Figure 4. Impaired cognitive deficits are reinstated in Fmr1 KO mice following discontinuation of lithium in the object novelty task and temporal ordering for objects task.

Adolescent male Fmr1 KO and WT mice were treated with lithium for 4 weeks. After testing, lithium treatment was discontinued for 4 weeks and the mice were retested.
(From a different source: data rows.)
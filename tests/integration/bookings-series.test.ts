import { randomUUID } from "node:crypto";
import { and, eq, like } from "drizzle-orm";
import { beforeAll, describe, expect, it } from "vitest";
import { auditLog, bookings } from "@/db/schema";
import { cancelBooking } from "@/lib/actions/bookings/cancel-booking";
import { cancelBookingSeries } from "@/lib/actions/bookings/cancel-booking-series";
import { createBooking } from "@/lib/actions/bookings/create-booking";
import { moveBookingSeries } from "@/lib/actions/bookings/move-booking-series";
import { localTimeToInstant } from "@/lib/fleet/time";
import { EMPTY, clubBySlug, db, form, signInAs } from "./helpers";
import { ALL_GUARDS, localAt, planeId, seedScenario, setGuards } from "./bookings-helpers";

// A weekly series against a real migrated SQLite file: the weeks one weekly booking made share a
// series id; "cancel this and the later weeks" and "move this and the later weeks" act on exactly
// those weeks, each through the single cancel or change path, once per idempotency key, and only
// for someone who may act on each week.

const SLUG = "reedwater";
const row = (id: string) => db().select().from(bookings).where(eq(bookings.id, id)).get()!;
const seriesAudits = (action: string) => db().select().from(auditLog).where(and(eq(auditLog.action, action), like(auditLog.after, '%"series"%'))).all();

async function bookWeekly(email: string, registration: string, days: number, from: string, to: string, weeks: number): Promise<string[]> {
  const club = clubBySlug(SLUG);
  signInAs(email);
  const state = await createBooking(EMPTY, form({ club: SLUG, aircraftId: planeId(SLUG, registration), startsAt: localAt(club, days, from), endsAt: localAt(club, days, to), repeatWeeks: String(weeks), acceptedGuards: ALL_GUARDS }));
  expect(state, state.message).toMatchObject({ ok: true });
  const ids = (state.data as { booked: { bookingId: string }[] }).booked.map((b) => b.bookingId);
  expect(ids).toHaveLength(weeks);
  return ids;
}

async function bookOnce(email: string, registration: string, days: number, from: string, to: string): Promise<string> {
  const club = clubBySlug(SLUG);
  signInAs(email);
  const state = await createBooking(EMPTY, form({ club: SLUG, aircraftId: planeId(SLUG, registration), startsAt: localAt(club, days, from), endsAt: localAt(club, days, to), acceptedGuards: ALL_GUARDS }));
  expect(state, state.message).toMatchObject({ ok: true });
  return (state.data as { bookingId: string }).bookingId;
}

describe("acting on a weekly series", () => {
  beforeAll(async () => {
    await seedScenario();
    setGuards(SLUG, { grounded: "warn", inspectionDue: "warn", notCheckedOut: "warn", notCurrent: "warn", flightReview: "warn", medicalExpired: "warn", inArrears: "warn" }, { lateCancellationHours: 24 });
  }, 120_000);

  it("the weeks of one weekly booking share a series id; a single booking has none", async () => {
    const weeks = await bookWeekly("member@hangarline.test", "N0534L", 120, "06:00", "07:00", 3);
    const seriesIds = weeks.map((id) => row(id).seriesId);
    expect(seriesIds[0]).toEqual(expect.any(String));
    expect(new Set(seriesIds).size).toBe(1);
    const other = await bookWeekly("member@hangarline.test", "N0534L", 121, "06:00", "07:00", 2);
    expect(row(other[0]!).seriesId).not.toBe(seriesIds[0]);
    const single = await bookOnce("member@hangarline.test", "N0534L", 122, "06:00", "07:00");
    expect(row(single).seriesId).toBeNull();
    signInAs("member@hangarline.test");
    const refused = await cancelBookingSeries(EMPTY, form({ club: SLUG, bookingId: single }));
    expect(refused.ok).toBe(false);
    expect(refused.message).toMatch(/not as part of a weekly series/);
    expect(row(single).status).toBe("reserved");
  });

  it("cancel-the-rest cancels exactly this and the later reserved weeks of the same series, once per key", async () => {
    const weeks = await bookWeekly("member@hangarline.test", "N0534L", 30, "06:00", "07:00", 6);
    const otherSeries = await bookWeekly("member@hangarline.test", "N0534L", 31, "06:00", "07:00", 3);
    const single = await bookOnce("member@hangarline.test", "N0534L", 44, "08:00", "09:00");
    // Week 3 was cancelled on its own before; week 4's flight has begun (a status the series never touches).
    signInAs("member@hangarline.test");
    const own = await cancelBooking(EMPTY, form({ club: SLUG, bookingId: weeks[3]!, reason: "Away that week" }));
    expect(own, own.message).toMatchObject({ ok: true });
    db().update(bookings).set({ status: "dispatched" }).where(eq(bookings.id, weeks[4]!)).run();
    const auditsBefore = seriesAudits("booking.cancel").length;

    const fields = { club: SLUG, bookingId: weeks[1]!, reason: "Lessons over", idempotencyKey: randomUUID() };
    const first = await cancelBookingSeries(EMPTY, form(fields));
    expect(first, first.message).toMatchObject({ ok: true });
    expect(first.message).toMatch(/^Cancelled 3 weeks: (Sun|Mon|Tue|Wed|Thu|Fri|Sat) \d{1,2} [A-Z][a-z]{2} \d{4}; /);
    expect(first.message).toContain("Left as they were:");
    expect(first.message).toContain("The flight on this week has begun.");
    const data = first.data as { cancelled: { bookingId: string }[]; refused: { bookingId: string; reason: string }[] };
    expect(data.cancelled.map((c) => c.bookingId)).toEqual([weeks[1], weeks[2], weeks[5]]);
    expect(data.refused.map((r) => r.bookingId)).toEqual([weeks[4]]);

    expect(weeks.map((id) => row(id).status)).toEqual(["reserved", "cancelled", "cancelled", "cancelled", "dispatched", "cancelled"]);
    expect(row(weeks[1]!)).toMatchObject({ cancelReason: "Lessons over", lateCancel: false });
    expect(row(weeks[3]!).cancelReason).toBe("Away that week");
    expect(otherSeries.map((id) => row(id).status)).toEqual(["reserved", "reserved", "reserved"]);
    expect(row(single).status).toBe("reserved");
    expect(seriesAudits("booking.cancel").length).toBe(auditsBefore + 3);

    // The same submission again (same key): the first answer, nothing more written.
    const updatedAt = weeks.map((id) => row(id).updatedAt.getTime());
    const again = await cancelBookingSeries(EMPTY, form(fields));
    expect(again.message).toBe(first.message);
    expect(seriesAudits("booking.cancel").length).toBe(auditsBefore + 3);
    expect(weeks.map((id) => row(id).updatedAt.getTime())).toEqual(updatedAt);
    // A new submission finds nothing left to cancel from that week on.
    const fresh = await cancelBookingSeries(EMPTY, form({ ...fields, idempotencyKey: randomUUID() }));
    expect(fresh.message).toMatch(/^Nothing to cancel/);
    expect(seriesAudits("booking.cancel").length).toBe(auditsBefore + 3);
  });

  it("a week inside the club's late-cancellation window is cancelled late, and the answer says so", async () => {
    const club = clubBySlug(SLUG);
    const soon = Date.now() + 3 * 3_600_000;
    const local = (ms: number) => new Intl.DateTimeFormat("sv-SE", { timeZone: club.timeZone, dateStyle: "short", timeStyle: "short" }).format(new Date(ms)).replace(" ", "T");
    signInAs("member@hangarline.test");
    const made = await createBooking(EMPTY, form({ club: SLUG, aircraftId: planeId(SLUG, "N0556L"), startsAt: local(soon), endsAt: local(soon + 3_600_000), repeatWeeks: "2", acceptedGuards: ALL_GUARDS }));
    expect(made, made.message).toMatchObject({ ok: true });
    const weeks = (made.data as { booked: { bookingId: string }[] }).booked.map((b) => b.bookingId);
    expect(weeks).toHaveLength(2);
    const state = await cancelBookingSeries(EMPTY, form({ club: SLUG, bookingId: weeks[0]!, idempotencyKey: randomUUID() }));
    expect(state, state.message).toMatchObject({ ok: true });
    expect(state.message).toMatch(/^Cancelled 2 weeks: .*: Late cancellation: \d\.\d h before the start, inside the club's 24-hour rule\./);
    expect(weeks.map((id) => row(id).lateCancel)).toEqual([true, false]);
  });

  it("moving lists a week refused by another member's booking, and moves the others", async () => {
    const club = clubBySlug(SLUG);
    const weeks = await bookWeekly("member@hangarline.test", "N0549L", 60, "06:00", "07:00", 4);
    const before = weeks.map((id) => row(id));
    // Another member holds the aircraft on the third week's morning.
    const blocker = await bookOnce("pilot2@hangarline.test", "N0549L", 74, "09:00", "10:00");

    signInAs("member@hangarline.test");
    const state = await moveBookingSeries(EMPTY, form({ club: SLUG, bookingId: weeks[0]!, startTime: "08:30", endTime: "10:30", acceptedGuards: ALL_GUARDS, idempotencyKey: randomUUID() }));
    expect(state, state.message).toMatchObject({ ok: true });
    expect(state.message).toMatch(/^Moved 3 weeks to 08:30–10:30 club time: /);
    expect(state.message).toMatch(/Not moved \(left as they were\): (Sun|Mon|Tue|Wed|Thu|Fri|Sat) \d{1,2} [A-Z][a-z]{2} \d{4} — N0549L is already booked from /);
    const data = state.data as { moved: { bookingId: string }[]; refused: { bookingId: string; reason: string }[] };
    expect(data.moved.map((m) => m.bookingId)).toEqual([weeks[0], weeks[1], weeks[3]]);
    expect(data.refused).toHaveLength(1);
    expect(data.refused[0]!.bookingId).toBe(weeks[2]);
    expect(data.refused[0]!.reason).toMatch(/N0549L is already booked/);

    for (const [i, days] of [[0, 60], [1, 67], [3, 81]] as const) {
      expect(row(weeks[i]!).startsAt.getTime()).toBe(localTimeToInstant(localAt(club, days, "08:30"), club.timeZone).getTime());
      expect(row(weeks[i]!).endsAt.getTime()).toBe(localTimeToInstant(localAt(club, days, "10:30"), club.timeZone).getTime());
    }
    expect(row(weeks[2]!)).toMatchObject({ startsAt: before[2]!.startsAt, endsAt: before[2]!.endsAt, status: "reserved" });
    expect(row(blocker)).toMatchObject({ status: "reserved" });
    expect(seriesAudits("booking.change")).toHaveLength(3);
  });

  it("a bad time is refused with a specific message, nothing moved", async () => {
    const weeks = await bookWeekly("member@hangarline.test", "N0556L", 90, "06:00", "07:00", 2);
    const before = weeks.map((id) => row(id));
    signInAs("member@hangarline.test");
    const state = await moveBookingSeries(EMPTY, form({ club: SLUG, bookingId: weeks[0]!, startTime: "11:00", endTime: "10:00" }));
    expect(state.ok).toBe(false);
    expect(state.fieldErrors.endTime?.[0]).toMatch(/after the start/);
    const badClock = await moveBookingSeries(EMPTY, form({ club: SLUG, bookingId: weeks[0]!, startTime: "9am", endTime: "10:00" }));
    expect(badClock.fieldErrors.startTime?.[0]).toMatch(/HH:MM on a 24-hour clock/);
    expect(weeks.map((id) => row(id))).toEqual(before);
  });

  it("a member cannot cancel or move another member's series", async () => {
    const weeks = await bookWeekly("member@hangarline.test", "N0556L", 100, "06:00", "07:00", 3);
    const before = weeks.map((id) => row(id));
    signInAs("pilot2@hangarline.test");
    const cancel = await cancelBookingSeries(EMPTY, form({ club: SLUG, bookingId: weeks[0]!, idempotencyKey: randomUUID() }));
    expect(cancel.ok).toBe(false);
    expect(cancel.message).toMatch(/Only the member who booked, or an instructor/);
    const move = await moveBookingSeries(EMPTY, form({ club: SLUG, bookingId: weeks[0]!, startTime: "12:00", endTime: "13:00", acceptedGuards: ALL_GUARDS, idempotencyKey: randomUUID() }));
    expect(move.ok).toBe(false);
    expect(move.message).toMatch(/Only the member who booked, or an instructor/);
    expect(weeks.map((id) => row(id))).toEqual(before);

    // An instructor may (the same permission as a single cancel), week by week.
    signInAs("instructor@hangarline.test");
    const byInstructor = await cancelBookingSeries(EMPTY, form({ club: SLUG, bookingId: weeks[1]!, idempotencyKey: randomUUID() }));
    expect(byInstructor, byInstructor.message).toMatchObject({ ok: true });
    expect(byInstructor.message).toMatch(/^Cancelled 2 weeks/);
    expect(weeks.map((id) => row(id).status)).toEqual(["reserved", "cancelled", "cancelled"]);
  });
});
Prior testing in the same paradigms had no effect on re-test performance in untreated WT mice or Fmr1 KO mice (Student's t-test, p>0.05 compared to retest; object novelty detection task: WT no treatment: n=7, t(12)=0.78, p>0.05; FX no treatment: n=9, t(16)=0.29, p>0.05; temporal ordering for objects task: WT no treatment: n=7, t(12)=0.68, p>0.05; FX no treatment: n=9, t(16)=1.42, p>0.05). (A,B) Performance in the object novelty detection task. (A) Times spent exploring the novel (N) and familiar (F) object. (Student's t-test; *p<0.05 compared to time spent with familiar object; WT no treatment: n=7, t(12)=3.78, p<0.05; WT discontinued lithium treatment: n=7, t(12)=3.57, p<0.05; Fmr1 KO no treatment: n=9, t(16)=1.87, p>0.05; Fmr1 KO discontinued lithium treatment: n=9, t(16)=2.28, p<0.05) (B) Exploration ratio. (one-way ANOVA followed by post hoc Bonferroni's multiple comparison test; F(3,28)=47.41). *p<0.05 compared to matched WT mice. (C,D) Performance in the temporal ordering for objects task. (C) Times spent exploring the first object presented (Object 5) and the object most recently explored (Object 7). (Student's t-test; *p<0.05 compared to time spent with Object 7; WT no treatment: n=7, t(12)=3.87, p<0.05; WT discontinued lithium treatment: n=9, t(12)=3.48, p<0.05; Fmr1 KO no treatment: n=9, t(16)=3.75, p<0.05; Fmr1 KO discontinued lithium treatment: n=9, t(16)=1.75, p>0.05). (D) Exploration ratio. (one-way ANOVA followed by post hoc Bonferroni's multiple comparison test; F(3,28)=28.80, p<0.05). *p<0.05 compared to matched WT mice.